Articles in APS' Physical Review Letters, Physical Review D, and Physical Review C in 2015 and 2016 will be covered by this agreement. 
 
All physics results from CERN will benefit from this partnership, in theoretical physics and experimental physics, at the LHC accelerator as well as other experimental programmes.
 
“CERN is a long-time supporter of APS journals, and is committed to Open Access. This collaboration is a very important step towards global Open Access for a global discipline”, said CERN Director General Rolf Heuer.
 
Although APS is not participating in the current cycle of SCOAP3, the global Open Access initiative in physics coordinated by CERN, this agreement demonstrates both organizations’ commitment to Open Access publishing.  
 
“It was important to continue our discussions with CERN, while keeping in mind the financial stability of the APS publishing programme,” said Mac Beasley, 2014 APS President. “This is a fitting solution that advances physics.”
 
Thanks to this partnership, articles will be available free of charge for everyone to read.

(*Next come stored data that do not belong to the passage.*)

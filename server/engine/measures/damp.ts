import { HOURS, type ClimateYear } from '../climate/climate-year.ts'
import type { YearTrace } from '../year/year-trace.ts'
import { indoorVapour, type VapourSources } from './indoor-vapour.ts'
import { dewPointIso13788, saturationPressureIso13788, vapourPressureOfDewPoint } from './moist-air.ts'
import { MONTH_OF_HOUR, monthlyMeans } from './months.ts'

/** Monthly mean humidity at a surface above which mould may grow (ISO 13788, 5.2). */
export const MOULD_HUMIDITY = 0.8

/** Lowest surface temperature [°C] at which a vapour pressure gives no more than a humidity (ISO 13788, 5.3). */
export function minimumSurface(vapour_Pa: number, humidity = MOULD_HUMIDITY): number {
  return dewPointIso13788(vapour_Pa / humidity)
}

/**
 * Temperature factor fRsi = (θsi - θe) / (θi - θe) (ISO 13788, 3.1); null where indoors and outdoors
 * are less than 5 K apart, since it means nothing there.
 */
export function temperatureFactor(surface_C: number, indoor_C: number, outdoor_C: number): number | null {
  const difference_K = indoor_C - outdoor_C
  return difference_K < 5 ? null : (surface_C - outdoor_C) / difference_K
}

/** Hours of each month, 12 values. */
export interface DampHours {
  /** Face at or below the dew point of the air. */
  readonly condensation_h: number[]
  /** Humidity at the face above 80 %. */
  readonly over80_h: number[]
  /** Monthly mean vapour pressure over saturation at the monthly mean face temperature; 0.8 = 80 %. */
  readonly humidity: number[]
}

export interface DampSurface {
  readonly name: string
  /** Element of the house; the window itself for glass. */
  readonly element: string
  readonly part: 'floor' | 'wall' | 'ceiling' | 'mass' | 'glass'
  /** With the sources and the air flow of the run. */
  readonly closed: DampHours
  /** With windows wide open: the air at the face carries the outdoor vapour; the face is as cool as in the run. */
  readonly aired: DampHours
  /** Temperature factor from monthly means, and the least one that keeps 80 %; null where indoors is less than 5 K warmer. */
  readonly fRsi: (number | null)[]
  readonly fRsiMin: (number | null)[]
  /** Months (1 to 12) that miss the criterion: 80 % at a face, 100 % at glass. */
  readonly flaggedClosed: number[]
  readonly flaggedAired: number[]
}

export interface DampMeasures {
  readonly indoor: {
    /** Monthly means: vapour pressure [Pa], humidity of the room air (0 to 1), dew point [°C]. */
    readonly vapour_Pa: number[]
    readonly humidity: number[]
    readonly dewPoint_C: number[]
    /** Hours of the year with room air above 70 %. */
    readonly over70_h: number
  }
  readonly outdoorDewPoint_C: number[]
  readonly surfaces: DampSurface[]
  /** Months (1 to 12) in which some face misses its criterion, with the names of those faces. */
  readonly flagged: { readonly month: number; readonly closed: string[]; readonly aired: string[] }[]
  /** The opaque face and month nearest to, or furthest beyond, the limit. */
  readonly worst: {
    readonly surface: string
    readonly month: number
    readonly humidity: number
    readonly when: 'closed' | 'aired'
  } | null
}

/** An opening whose inner face is found from its U-value. */
export interface GlassFace {
  readonly name: string
  readonly u_Wm2K: number
}

/** Inner surface resistance for glass (ISO 13788, 4.4.1) [m² K/W]. */
const GLASS_RSI = 0.13

/**
 * Damp at every face of the room: hours of condensation, hours above 80 %, and the monthly mean
 * criterion of ISO 13788:2012 (clause 5, from memory), for the house as it was run ("closed") and with
 * outdoor air at its faces ("aired": will it sweat in a humid summer?).
 *
 * @param glass windows by name; face = air - U · 0.13 · (air - outdoor), shutters left out
 */
export function damp(
  trace: YearTrace,
  climate: ClimateYear,
  sources: VapourSources,
  glass: readonly GlassFace[] = [],
): DampMeasures {
  const closed_Pa = indoorVapour(trace.air_C, trace.outdoorAir_m3s, climate, sources, trace.firstHour)
  const aired_Pa = climate.dewPoint_C.map(vapourPressureOfDewPoint)
  const indoor_C = monthlyMeans(trace.air_C)
  const outdoor_C = monthlyMeans(climate.outdoor_C)
  const closedMean_Pa = monthlyMeans(closed_Pa)

  const faces = [
    ...trace.surfaces.map(({ name, element, part, temperature_C }) => ({
      name,
      element,
      part,
      temperature_C,
    })),
    ...glass.map(({ name, u_Wm2K }) => ({
      name,
      element: name,
      part: 'glass' as const,
      temperature_C: trace.air_C.map(
        (air_C, i) => air_C - u_Wm2K * GLASS_RSI * (air_C - climate.outdoor_C[i]),
      ),
    })),
  ]
  const surfaces = faces.map((face): DampSurface => {
    const mean_C = monthlyMeans(face.temperature_C)
    const limit = face.part === 'glass' ? 1 : MOULD_HUMIDITY
    const saturation_Pa = face.temperature_C.map(saturationPressureIso13788)
    const closed = dampHours(closed_Pa, saturation_Pa, mean_C)
    const aired = dampHours(aired_Pa, saturation_Pa, mean_C)
    return {
      name: face.name,
      element: face.element,
      part: face.part,
      closed,
      aired,
      fRsi: mean_C.map((surface_C, m) => temperatureFactor(surface_C, indoor_C[m], outdoor_C[m])),
      fRsiMin: closedMean_Pa.map((vapour_Pa, m) =>
        temperatureFactor(minimumSurface(vapour_Pa, limit), indoor_C[m], outdoor_C[m]),
      ),
      flaggedClosed: monthsAbove(closed.humidity, limit),
      flaggedAired: monthsAbove(aired.humidity, limit),
    }
  })

  let over70_h = 0
  const airHumidity = closed_Pa.map((vapour_Pa, i) => vapour_Pa / saturationPressureIso13788(trace.air_C[i]))
  for (let hour = 0; hour < HOURS; hour++) if (airHumidity[hour] > 0.7) over70_h++
  return {
    indoor: {
      vapour_Pa: closedMean_Pa,
      humidity: monthlyMeans(airHumidity),
      dewPoint_C: closedMean_Pa.map(dewPointIso13788),
      over70_h,
    },
    outdoorDewPoint_C: monthlyMeans(climate.dewPoint_C),
    surfaces,
    flagged: flaggedMonths(surfaces),
    worst: worstOf(surfaces),
  }
}

function dampHours(
  vapour_Pa: Float64Array,
  saturation_Pa: Float64Array,
  mean_C: readonly number[],
): DampHours {
  const condensation_h = new Array<number>(12).fill(0)
  const over80_h = new Array<number>(12).fill(0)
  for (let hour = 0; hour < HOURS; hour++) {
    const humidity = vapour_Pa[hour] / saturation_Pa[hour]
    if (humidity > MOULD_HUMIDITY) over80_h[MONTH_OF_HOUR[hour]]++
    if (humidity >= 1) condensation_h[MONTH_OF_HOUR[hour]]++
  }
  const humidity = monthlyMeans(vapour_Pa).map(
    (mean_Pa, m) => mean_Pa / saturationPressureIso13788(mean_C[m]),
  )
  return { condensation_h, over80_h, humidity }
}

function monthsAbove(humidity: readonly number[], limit: number): number[] {
  return humidity.flatMap((value, m) => (value > limit ? [m + 1] : []))
}

function worstOf(surfaces: readonly DampSurface[]): DampMeasures['worst'] {
  let worst: DampMeasures['worst'] = null
  for (const surface of surfaces) {
    if (surface.part === 'glass') continue
    for (const when of ['closed', 'aired'] as const)
      surface[when].humidity.forEach((humidity, m) => {
        if (worst === null || humidity > worst.humidity)
          worst = { surface: surface.name, month: m + 1, humidity, when }
      })
  }
  return worst
}

function flaggedMonths(surfaces: readonly DampSurface[]): DampMeasures['flagged'] {
  return Array.from({ length: 12 }, (_, m) => {
    const names = (when: 'flaggedClosed' | 'flaggedAired') =>
      surfaces.filter((surface) => surface[when].includes(m + 1)).map((surface) => surface.name)
    return { month: m + 1, closed: names('flaggedClosed'), aired: names('flaggedAired') }
  }).filter(({ closed, aired }) => closed.length + aired.length > 0)
}
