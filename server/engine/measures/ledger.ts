import { HOUR_S, HOURS } from '../climate/climate-year.ts'
import type { YearTrace } from '../year/year-trace.ts'
import { J_PER_KWH, MONTH_OF_HOUR, before, sum } from './months.ts'

export type LedgerKind =
  | 'sun'
  | 'gains'
  | 'heating'
  | 'cooling'
  | 'windows'
  | 'infiltration'
  | 'ventilation'
  | 'flush'
  | 'surface'
  | 'outside'
  | 'stored'

/** One flow or one store, by month (12 values) and for the year [kWh]. */
export interface LedgerLine {
  readonly name: string
  readonly kind: LedgerKind
  readonly month_kWh: number[]
  readonly year_kWh: number
}

/** What enters minus what leaves is what is stored. */
export interface Ledger {
  /** Positive inwards. */
  readonly flows: LedgerLine[]
  /** Growth of what is stored. */
  readonly stored: LedgerLine[]
  /** Flows minus growth; nothing when the ledger adds up. */
  readonly residual: { readonly month_kWh: number[]; readonly year_kWh: number }
  /** Sum of the absolute flows of all hours [kWh]. */
  readonly throughput_kWh: number
  /** Sum of the absolute residuals of all hours over the throughput, so that errors cannot cancel. */
  readonly residualShare: number
}

export interface YearLedger {
  /** Around the air of the room: every face counts as a flow. */
  readonly room: Ledger
  /** Around room, mass and modelled ground: only what passes outdoors counts as a flow. */
  readonly house: Ledger
  /** Around each element: its faces in the room and its outdoor side. */
  readonly elements: { readonly element: string; readonly ledger: Ledger }[]
}

interface Flow {
  readonly name: string
  readonly kind: LedgerKind
  readonly flow_W: Float64Array
  /** -1 for a series that is positive outwards. */
  readonly sign: 1 | -1
}

interface Store {
  readonly name: string
  /** At the end of each hour, and at the start of the first [J]. */
  readonly held_J: Float64Array
  readonly start_J: number
}

/** Ledgers of the room, of the whole house and of each element, from the trace alone. */
export function ledger(trace: YearTrace): YearLedger {
  const into = (name: string, kind: LedgerKind, flow_W: Float64Array): Flow => ({
    name,
    kind,
    flow_W,
    sign: 1,
  })
  const outOf = (name: string, kind: LedgerKind, flow_W: Float64Array): Flow => ({
    name,
    kind,
    flow_W,
    sign: -1,
  })
  const airFlows = [
    into('sun', 'sun', trace.solar_W),
    into('gains', 'gains', trace.gains_W),
    into('heating', 'heating', trace.heating_W),
    outOf('cooling', 'cooling', trace.cooling_W),
    into('windows and doors', 'windows', trace.windows_W),
    into('infiltration', 'infiltration', trace.infiltration_W),
    into('ventilation', 'ventilation', trace.ventilation_W),
    into('flush', 'flush', trace.flush_W),
  ]
  const air: Store = {
    name: 'air and furniture',
    held_J: trace.air_C.map((air_C) => air_C * trace.airCapacity_JK),
    start_J: trace.startAir_C * trace.airCapacity_JK,
  }
  const storeOf = (element: YearTrace['elements'][number]): Store => ({
    name: element.name,
    held_J: element.stored_J,
    start_J: element.startStored_J,
  })
  const outside = trace.elements.map((element) => into(element.name, 'outside', element.outside_W))
  const surfaces = trace.surfaces.map((surface) => outOf(surface.name, 'surface', surface.flow_W))
  const { firstHour } = trace
  return {
    room: addUp([...airFlows, ...surfaces], [air], firstHour),
    house: addUp([...airFlows, ...outside], [air, ...trace.elements.map(storeOf)], firstHour),
    elements: trace.elements.map((element, i) => {
      const faces = trace.surfaces.filter((surface) => surface.element === element.name)
      const flows = [...faces.map((face) => into(face.name, 'surface', face.flow_W)), outside[i]]
      return { element: element.name, ledger: addUp(flows, [storeOf(element)], firstHour) }
    }),
  }
}

function addUp(flows: readonly Flow[], stores: readonly Store[], firstHour: number): Ledger {
  const residual_J = new Float64Array(HOURS)
  let throughput_J = 0
  const line = (name: string, kind: LedgerKind, hour_J: (hour: number) => number): LedgerLine => {
    const month_kWh = new Array<number>(12).fill(0)
    for (let hour = 0; hour < HOURS; hour++) month_kWh[MONTH_OF_HOUR[hour]] += hour_J(hour) / J_PER_KWH
    return { name, kind, month_kWh, year_kWh: sum(month_kWh) }
  }
  const flowLines = flows.map(({ name, kind, flow_W, sign }) =>
    line(name, kind, (hour) => {
      const heat_J = sign * flow_W[hour] * HOUR_S
      residual_J[hour] += heat_J
      throughput_J += Math.abs(heat_J)
      return heat_J
    }),
  )
  const storeLines = stores.map(({ name, held_J, start_J }) =>
    line(name, 'stored', (hour) => {
      const earlier = before(hour, firstHour, HOURS)
      const growth_J = held_J[hour] - (earlier < 0 ? start_J : held_J[earlier])
      residual_J[hour] -= growth_J
      return growth_J
    }),
  )
  const residual = line('residual', 'stored', (hour) => residual_J[hour])
  const absolute_J = residual_J.reduce((total, value) => total + Math.abs(value), 0)
  return {
    flows: flowLines,
    stored: storeLines,
    residual: { month_kWh: residual.month_kWh, year_kWh: residual.year_kWh },
    throughput_kWh: throughput_J / J_PER_KWH,
    residualShare: throughput_J > 0 ? absolute_J / throughput_J : absolute_J > 0 ? 1 : 0,
  }
}
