import type { Layer } from '../conduction/specs.ts'
import type { HouseElement, HouseModel } from '../zone/house-model.ts'
import { size } from '../conduction/complex.ts'
import { periodicField, type Behind, type PeriodicField } from '../conduction/periodic-depth.ts'

const DAY_S = 86400
const YEAR_S = 365 * DAY_S
const WH_PER_J = 1 / 3600
/** Earth behind a wall or under a floor is looked at down to this depth [m]. */
const EARTH_M = 6

/** Heat that a swing of 1 K (highest minus lowest) at the inner face moves, for one period. */
export interface SwingDepth {
  /** In the whole depth shown [Wh/m² per K]. */
  readonly held_Whm2K: number
  /** Smallest depth from the face that holds 90 % of that [m]. */
  readonly depth90_m: number
}

/** A slice of a wall or floor, counted from the room. */
export interface DepthSlice {
  readonly to_m: number
  /** Heat that the slice itself takes up and gives back, for each centimetre of it [Wh/m² per K]. */
  readonly day_Whm2K: number
  readonly year_Whm2K: number
  /** Heat that everything from the face to here takes up and gives back together; less than the sum of the slices, which peak at different times. */
  readonly dayUpTo_Whm2K: number
  readonly yearUpTo_Whm2K: number
}

/** What part of one wall or floor serves the day, and what part the season. */
export interface MassDepth {
  readonly name: string
  readonly element: string
  /** Of the construction, without the earth behind it [m]. */
  readonly construction_m: number
  readonly day: SwingDepth
  readonly year: SwingDepth
  /** Centimetre by centimetre to 1 m, then every 10 cm. */
  readonly slices: DepthSlice[]
}

/**
 * Heat held by depth for the swing of a day and of a year at the inner face, by the periodic solution
 * (ISO 13786; over an adiabatic back the daily total is the diurnal heat capacity of Balcomb et al.,
 * Passive Solar Heating Analysis, ASHRAE 1984).
 *
 * @param layers         from the room outwards, earth included
 * @param construction_m how much of that is the construction
 */
export function massDepth(
  name: string,
  element: string,
  layers: readonly Layer[],
  behind: Behind,
  construction_m: number,
): MassDepth {
  const day = periodicField(layers, behind, DAY_S)
  const year = periodicField(layers, behind, YEAR_S)
  const slices: DepthSlice[] = []
  let from_m = 0
  while (from_m < day.thickness_m - 1e-9) {
    const to_m = Math.min(day.thickness_m, round(from_m + (from_m < 1 - 1e-9 ? 0.01 : 0.1)))
    const perCentimetre = (0.01 / (to_m - from_m)) * WH_PER_J
    slices.push({
      to_m,
      day_Whm2K: between(day, from_m, to_m) * perCentimetre,
      year_Whm2K: between(year, from_m, to_m) * perCentimetre,
      dayUpTo_Whm2K: size(day.held(to_m)) * WH_PER_J,
      yearUpTo_Whm2K: size(year.held(to_m)) * WH_PER_J,
    })
    from_m = to_m
  }
  return { name, element, construction_m, day: swingDepth(day), year: swingDepth(year), slices }
}

function between(field: PeriodicField, from_m: number, to_m: number): number {
  const [a, b] = [field.held(from_m), field.held(to_m)]
  return Math.hypot(b[0] - a[0], b[1] - a[1])
}

/** The first depth that holds 90 % of the whole, by steps of 1 mm. */
function swingDepth(field: PeriodicField): SwingDepth {
  const total = size(field.held(field.thickness_m))
  const steps = Math.ceil(field.thickness_m / 0.001)
  let depth90_m = field.thickness_m
  for (let i = 1; i <= steps; i++) {
    const depth = Math.min(field.thickness_m, i * 0.001)
    if (size(field.held(depth)) >= 0.9 * total) {
      depth90_m = depth
      break
    }
  }
  return { held_Whm2K: total * WH_PER_J, depth90_m }
}

function round(value: number): number {
  return Math.round(value * 1e6) / 1e6
}

/**
 * The depths of every wall, floor and partition of a house. Layers are taken as they are; of a section
 * the floor with the soil below it, and the wall with the berm's or the natural soil behind it, both
 * as if they went on without end (corners and the way around the footing are left out).
 */
export function massDepths(model: HouseModel): MassDepth[] {
  return model.elements.flatMap((element) => depthsOf(element))
}

function depthsOf(element: HouseElement): MassDepth[] {
  const { spec, name } = element
  if (spec.kind === 'lumped') return []
  if (spec.kind === 'layers') {
    const layers = [...spec.layers].reverse()
    const behind: Behind =
      spec.outsideFilm_Wm2K > 0 && element.links.outside?.to === 'room'
        ? { kind: 'alike' }
        : { kind: 'film', film_Wm2K: spec.outsideFilm_Wm2K }
    return [massDepth(name, name, layers, behind, thickness(layers))]
  }
  const earth = (soil: Omit<Layer, 'thickness_m'>): Layer => ({ ...soil, thickness_m: EARTH_M })
  const floor = [...spec.floor].reverse()
  const wall = [...spec.wall].reverse()
  const behindWall = earth(spec.berm?.soil ?? spec.soil)
  const endless: Behind = { kind: 'endless' }
  // A wall with no berm that rises from level ground has air behind it, not soil.
  const isEarthBehind = spec.berm !== null || spec.floorLevel_m < 0
  const open: Behind = { kind: 'film', film_Wm2K: spec.films.wallOutside }
  return [
    massDepth(`${name}: floor`, name, [...floor, earth(spec.soil)], endless, thickness(floor)),
    isEarthBehind
      ? massDepth(`${name}: wall`, name, [...wall, behindWall], endless, thickness(wall))
      : massDepth(`${name}: wall`, name, wall, open, thickness(wall)),
  ]
}

function thickness(layers: readonly Layer[]): number {
  return layers.reduce((total, layer) => total + layer.thickness_m, 0)
}
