import { J_PER_KWH } from './months.ts'

/** A stacked cord, 128 ft³ [m³]; a stere is 1 m³ stacked. */
export const CORD_M3 = 128 * 0.3048 ** 3

/** Heat of one kind of wood, air-dry. */
export interface Fuel {
  readonly name: string
  /** Net heat value as burnt, with its moisture [MJ/kg]. */
  readonly netHeat_MJkg: number
  /** Net heat of a stacked cubic metre [MJ/m³]. */
  readonly stackedHeat_MJm3: number
}

export interface Firewood {
  readonly heat_kWh: number
  readonly mass_kg: number
  readonly steres: number
  readonly cords: number
}

/**
 * Wood to burn for some heat in the room: heat / (efficiency · heat value).
 *
 * @param heat_kWh   heat given to the room, not negative
 * @param efficiency of the stove, more than 0 to 1
 * @throws RangeError for an efficiency or a heat value out of range
 */
export function firewood(heat_kWh: number, fuel: Fuel, efficiency: number): Firewood {
  if (!(efficiency > 0 && efficiency <= 1))
    throw new RangeError(`firewood: efficiency must be more than 0 and at most 1, got ${efficiency}`)
  if (!(fuel.netHeat_MJkg > 0 && fuel.stackedHeat_MJm3 > 0))
    throw new RangeError(`firewood: heat values of ${fuel.name} must be more than 0`)
  const burnt_MJ = (heat_kWh * J_PER_KWH) / 1e6 / efficiency
  const steres = burnt_MJ / fuel.stackedHeat_MJm3
  return { heat_kWh, mass_kg: burnt_MJ / fuel.netHeat_MJkg, steres, cords: steres / CORD_M3 }
}

/**
 * Net heat value of wood from that of its dry matter and its moisture (share of the wet mass):
 * q = q₀ (1 - w) - 2.443 w  [MJ/kg], 2.443 being the heat of evaporation at 25 °C
 * (EN ISO 18125, at constant pressure, from memory).
 */
export function netHeatOfWood(dry_MJkg: number, moisture: number): number {
  return dry_MJkg * (1 - moisture) - 2.443 * moisture
}
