import { HOURS } from '../climate/climate-year.ts'
import { DAYS, MONTH_OF_HOUR, dailyMeans } from './months.ts'

/** What a category allows around the comfort temperature [K]. */
export interface AdaptiveModel {
  readonly name: string
  readonly source: string
  /** Comfort temperature = slope · running mean + offset_C. */
  readonly slope: number
  readonly offset_C: number
  /** Running means for which the model holds [°C]. */
  readonly valid_C: readonly [lowest: number, highest: number]
  readonly categories: readonly {
    readonly name: string
    readonly below_K: number
    readonly above_K: number
  }[]
}

/** EN 16798-1:2019, annex B.2.2, buildings without mechanical cooling (from memory). */
export const EN_16798: AdaptiveModel = {
  name: 'EN 16798-1 adaptive',
  source: 'EN 16798-1:2019, B.2.2 (from memory)',
  slope: 0.33,
  offset_C: 18.8,
  valid_C: [10, 30],
  categories: [
    { name: 'I', below_K: 3, above_K: 2 },
    { name: 'II', below_K: 4, above_K: 3 },
    { name: 'III', below_K: 5, above_K: 4 },
  ],
}

/** ANSI/ASHRAE Standard 55, section 5.4, occupant-controlled naturally conditioned spaces (from memory). */
export const ASHRAE_55: AdaptiveModel = {
  name: 'ASHRAE 55 adaptive',
  source: 'ANSI/ASHRAE Standard 55-2017, 5.4 (from memory)',
  slope: 0.31,
  offset_C: 17.8,
  valid_C: [10, 33.5],
  categories: [
    { name: '90 %', below_K: 2.5, above_K: 2.5 },
    { name: '80 %', below_K: 3.5, above_K: 3.5 },
  ],
}

/** Comfort temperature [°C] at a running mean; null outside the limits of validity. */
export function comfortTemperature(model: AdaptiveModel, runningMean_C: number): number | null {
  const [lowest, highest] = model.valid_C
  if (!(runningMean_C >= lowest && runningMean_C <= highest)) return null
  return model.slope * runningMean_C + model.offset_C
}

/** Next running mean, (1 - α) · yesterday's daily mean + α · yesterday's running mean (EN 16798-1, B.2). */
export function nextRunningMean(dailyMean_C: number, runningMean_C: number, alpha = 0.8): number {
  return (1 - alpha) * dailyMean_C + alpha * runningMean_C
}

/**
 * Running mean from seven known days (EN 16798-1:2019, B.2, approximate form):
 * (T₁ + 0.8 T₂ + 0.6 T₃ + 0.5 T₄ + 0.4 T₅ + 0.3 T₆ + 0.2 T₇) / 3.8
 *
 * @param days_C daily means, yesterday first, 7 values
 */
export function sevenDayRunningMean(days_C: readonly number[]): number {
  const weights = [1, 0.8, 0.6, 0.5, 0.4, 0.3, 0.2]
  return weights.reduce((sum, weight, i) => sum + weight * days_C[i], 0) / 3.8
}

/**
 * Exponentially weighted running mean of the outdoor daily means for each day of a year that repeats
 * itself: today's value knows yesterday and earlier, 1 January knows December.
 *
 * @returns 365 values [°C]
 */
export function runningMeans(outdoor_C: ArrayLike<number>, alpha = 0.8): Float64Array {
  const daily = dailyMeans(outdoor_C)
  const means = new Float64Array(DAYS)
  let running = daily[DAYS - 1]
  // Twice around: after one year the start value weighs 0.8^365.
  for (let day = 0; day < 2 * DAYS; day++) {
    running = nextRunningMean(daily[(day + DAYS - 1) % DAYS], running, alpha)
    means[day % DAYS] = running
  }
  return means
}

/** Operative temperature at air speeds below 0.2 m/s: the mean of air and radiant (ISO 7726; ASHRAE 55). */
export function operativeTemperature(air_C: number, radiant_C: number): number {
  return (air_C + radiant_C) / 2
}

/** Time outside a comfort range, by month (12 values) and for the year. */
export interface ComfortCount {
  readonly name: string
  readonly source: string
  /** Hours in which the range is defined. */
  readonly hours: number
  readonly below_h: number
  readonly above_h: number
  readonly below_Kh: number
  readonly above_Kh: number
  readonly month: {
    readonly hours: number[]
    readonly below_h: number[]
    readonly above_h: number[]
    readonly below_Kh: number[]
    readonly above_Kh: number[]
  }
}

/**
 * Hours and degree-hours outside a range that may change by day. A range that moves has null on days
 * without one (an adaptive model outside its limits of validity): those hours are not counted at all,
 * so judge cold months by a fixed range.
 *
 * @param operative_C 8,760 values
 * @param range       by day of the year, [lowest, highest] or null
 */
export function countComfort(
  name: string,
  source: string,
  operative_C: ArrayLike<number>,
  range: (day: number) => readonly [low_C: number, high_C: number] | null,
): ComfortCount {
  const zeros = () => new Array<number>(12).fill(0)
  const month = { hours: zeros(), below_h: zeros(), above_h: zeros(), below_Kh: zeros(), above_Kh: zeros() }
  for (let day = 0; day < DAYS; day++) {
    const limits = range(day)
    if (!limits) continue
    const [low_C, high_C] = limits
    const m = MONTH_OF_HOUR[day * 24]
    month.hours[m] += 24
    for (let hour = day * 24; hour < Math.min(day * 24 + 24, HOURS); hour++) {
      const below_K = low_C - operative_C[hour]
      const above_K = operative_C[hour] - high_C
      if (below_K > 0) {
        month.below_h[m]++
        month.below_Kh[m] += below_K
      }
      if (above_K > 0) {
        month.above_h[m]++
        month.above_Kh[m] += above_K
      }
    }
  }
  const total = (values: number[]) => values.reduce((a, b) => a + b, 0)
  return {
    name,
    source,
    hours: total(month.hours),
    below_h: total(month.below_h),
    above_h: total(month.above_h),
    below_Kh: total(month.below_Kh),
    above_Kh: total(month.above_Kh),
    month,
  }
}

export interface ComfortMeasures {
  readonly fixed: ComfortCount
  /** Each category of each adaptive model. */
  readonly adaptive: ComfortCount[]
}

/**
 * Time outside a fixed range and outside every category of the adaptive models.
 *
 * @param operative_C 8,760 values
 * @param outdoor_C   8,760 values of the climate year
 */
export function comfort(
  operative_C: ArrayLike<number>,
  outdoor_C: ArrayLike<number>,
  fixed: { readonly low_C: number; readonly high_C: number },
): ComfortMeasures {
  const running = runningMeans(outdoor_C)
  const adaptive = [EN_16798, ASHRAE_55].flatMap((model) =>
    model.categories.map((category) =>
      countComfort(`${model.name}, ${category.name}`, model.source, operative_C, (day) => {
        const middle = comfortTemperature(model, running[day])
        return middle === null ? null : [middle - category.below_K, middle + category.above_K]
      }),
    ),
  )
  const range = [fixed.low_C, fixed.high_C] as const
  return {
    fixed: countComfort(`${fixed.low_C} to ${fixed.high_C} °C`, 'as set', operative_C, () => range),
    adaptive,
  }
}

Copyright will remain with the authors and permissive Creative Commons CC-BY licences will allow re-use of the information (e.g. in books, review articles, conference proceedings and teaching material) as well as text- and data-mining applications.
 
CERN and APS have been cooperating for a long time to support APS’s pioneering Open Access journal Physical Review Special Topics Accelerator and Beams that publishes articles on topics of technical innovation at CERN and elsewhere. 
 
APS and CERN are committed to continue to work together to find new ways to collaborate to provide for the widest dissemination of physics results through global Open Access initiatives.
 
The American Physical Society is a non-profit membership organization working to advance and diffuse the knowledge of physics through its outstanding research journals, scientific meetings, and education, outreach, advocacy and international activities.
 
APS represents 50,000 members, including physicists in academia, national laboratories and industry in the United States and throughout the world. Society offices are located in College Park, MD (Headquarters), Ridge, NY, and Washington, DC.